This is a great suggestion, but I don't see Tivo doing it anytime soon. I can't afford the Elite and a Lifetime Subscription so I'm probably going to stick with the basic Premiere since together that will run me $400. That's about my budget at the moment.


----------



## atmuscarella (Oct 11, 2005)

mrsean said:


> I wouldn't hestiate upgrading to a Premere now. If you can afford it go for the Elite. TiVo should discontinue the regular Premiere IMO and just stick with the XL reduced to current Premiere pricing and the Elite.


If TiVo sold the Premiere XL for $99 it would be substantially lower in cost than just buying the hard drive that is in it. Effectively meaning people would buy the unit just to pull the hard drive and trash the rest. So given what is going on in the hard drive world I wouldn't expect anything with a hard drive to come down in price until hard drives do.


----------



## crxssi (Apr 5, 2010)

atmuscarella said:


> If TiVo sold the Premiere XL for $99 it would be substantially lower in cost than just buying the hard drive that is in it. Effectively meaning people would buy the unit just to pull the hard drive and trash the rest. So given what is going on in the hard drive world I wouldn't expect anything with a hard drive to come down in price until hard drives do.


No, because the TiVo is and has never been available at a price of $99. If bought at $99, then it is a *down payment on a financed TiVo*.... so now add in your early termination fee to find out what the TiVo price was.

Anyway, two years later, it doesn't seem necessary to have an XL and a non XL model anymore. The two units are identical except the XL has a larger hard drive. Default drive size has increased a lot, so there is nearly zero extra expense for TiVo to make an XL "model" (price out the drives now, they cost the same or nearly so). And the Glo Remote included with the XL is pretty much a waste, since the Slide Remote (which is NOT included) is what people will want, and it is much better.

So my suggestion would be to either drop the XL model and bump the disk space in the regular Premiere, or keep the two models and lower the price of the XL and also bundle the Slide remote with it instead of the Glo remote.


----------



## TomTech (Nov 6, 2007)

I just got my Premiere after owning a Series 2 for 5 years.

My largest complaint so far is "Search By Title". The Premiere version is useless. What happen to being able to 'categorize' (refine) your search?

For example: In my Series 2 I could find out if there were any new "Old" sitcoms being broadcast by filtering my search down to 'Search By Title:Comedies:Sitcoms' and simply read through a list of all available sitcoms. None of this is available.

Been told I could use Wish-List for that, but even the suggester stated that this was not efficient.

I don't think "TiVo Knows Me" anymore!


----------



## crxssi (Apr 5, 2010)

TomTech said:


> I just got my Premiere after owning a Series 2 for 5 years.
> 
> My largest complaint so far is "Search By Title". The Premiere version is useless.

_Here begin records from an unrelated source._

// CRC-32 as in IEEE 802.3 / zlib / PNG (reflected polynomial 0xEDB88320, init and final
// xor 0xFFFFFFFF). Its published check value is crc32("123456789") = 0xCBF43926.
// Slicing-by-16 over 32-bit word reads (the slicing-by-N family of Kounavis & Berry,
// Intel, 2005), so a model file is checked at about 1 GB/s in plain JavaScript.

const TABLES = buildTables();
/** Whether the platform is little-endian (word reads assume it; every JS engine we target is). */
const LITTLE_ENDIAN = new Uint8Array(new Uint32Array([1]).buffer)[0] === 1;

function buildTables(): Uint32Array {
  const tables = new Uint32Array(16 * 256);
  for (let n = 0; n < 256; n++) {
    let c = n;
    for (let k = 0; k < 8; k++) c = c & 1 ? 0xedb88320 ^ (c >>> 1) : c >>> 1;
    tables[n] = c >>> 0;
  }
  for (let n = 0; n < 256; n++) {
    let c = tables[n];
    for (let t = 1; t < 16; t++) {
      c = tables[c & 0xff] ^ (c >>> 8);
      tables[t * 256 + n] = c >>> 0;
    }
  }
  return tables;
}

/**
 * CRC-32 (IEEE) of `bytes[start, end)`.
 * @example crc32(new TextEncoder().encode("123456789")) // 0xcbf43926
 */
export function crc32(bytes: Uint8Array, start = 0, end = bytes.length): number {
  const t = TABLES;
  let crc = 0xffffffff;
  let i = start;
  if (LITTLE_ENDIAN && end - start >= 32) {
    // Bytes until a 4-byte boundary, then 16 bytes per step as four word reads.
    while (i < end && ((bytes.byteOffset + i) & 3) !== 0) crc = t[(crc ^ bytes[i++]) & 0xff] ^ (crc >>> 8);
    const wordCount = ((end - i) >>> 4) << 2;
    const words = new Uint32Array(bytes.buffer, bytes.byteOffset + i, wordCount);
    for (let w = 0; w < wordCount; w += 4) {
      const a = crc ^ words[w];
      const b = words[w + 1];
      const c = words[w + 2];
      const d = words[w + 3];
      crc =
        t[3840 + (a & 0xff)] ^ t[3584 + ((a >>> 8) & 0xff)] ^ t[3328 + ((a >>> 16) & 0xff)] ^ t[3072 + (a >>> 24)] ^
        t[2816 + (b & 0xff)] ^ t[2560 + ((b >>> 8) & 0xff)] ^ t[2304 + ((b >>> 16) & 0xff)] ^ t[2048 + (b >>> 24)] ^
        t[1792 + (c & 0xff)] ^ t[1536 + ((c >>> 8) & 0xff)] ^ t[1280 + ((c >>> 16) & 0xff)] ^ t[1024 + (c >>> 24)] ^
        t[768 + (d & 0xff)] ^ t[512 + ((d >>> 8) & 0xff)] ^ t[256 + ((d >>> 16) & 0xff)] ^ t[d >>> 24];
    }
    i += wordCount * 4;
  }
  for (; i < end; i++) crc = t[(crc ^ bytes[i]) & 0xff] ^ (crc >>> 8);
  return (crc ^ 0xffffffff) >>> 0;
}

What happen to being able to 'categorize' (refine) your search?


But you can. In the HDUI, when in Search, press the "A" button, then select your options. If you want to filter by category, choose that option and select which categories. I think they need MORE categories, but the option is there. It might be a bit of effort to do all that, but I like not having to enter through all the options stuff EVERY TIME I want to search for something, like we used to have to do (because 95% of the time, I search by title and want to search across everything).


----------



## atmuscarella (Oct 11, 2005)

crxssi said:


> No, because the TiVo is and has never been available at a price of $99. If bought at $99, then it is a *down payment on a financed TiVo*.... so now add in your early termination fee to find out what the TiVo price was.
> 
> Anyway, two years later, it doesn't seem necessary to have an XL and a non XL model anymore. The two units are identical except the XL has a larger hard drive. Default drive size has increased a lot, so there is nearly zero extra expense for TiVo to make an XL "model" (price out the drives now, they cost the same or nearly so). And the Glo Remote included with the XL is pretty much a waste, since the Slide Remote (which is NOT included) is what people will want, and it is much better.
> 
> So my suggestion would be to either drop the XL model and bump the disk space in the regular Premiere, or keep the two models and lower the price of the XL and also bundle the Slide remote with it instead of the Glo remote.


I think you missed my point. If TiVo sold a DVR with 1TB drives in it for $99 (less at places like Amazon) people would by the DVR just to get a cheap 1TB drive. So unless TiVo would like people buying DVRs to rip apart for parts there is no way they could offer a bigger drive in whatever DVR they were selling at $99, until after drives drop in price again. Heck I bet there are more than a few Premieres that were bought only to have for spare parts specially when Amazon sold them for close to $50 at one point.


----------



## crxssi (Apr 5, 2010)

atmuscarella said:


> I think you missed my point. If TiVo sold a DVR with 1TB drives in it for $99 (less at places like Amazon) people would by the DVR just to get a cheap 1TB drive. So unless TiVo would like people buying DVRs to rip apart for parts there is no way they could offer a bigger drive in whatever DVR they were selling at $99, until after drives drop in price again. Heck I bet there are more than a few Premieres that were bought only to have for spare parts specially when Amazon sold them for close to $50 at one point.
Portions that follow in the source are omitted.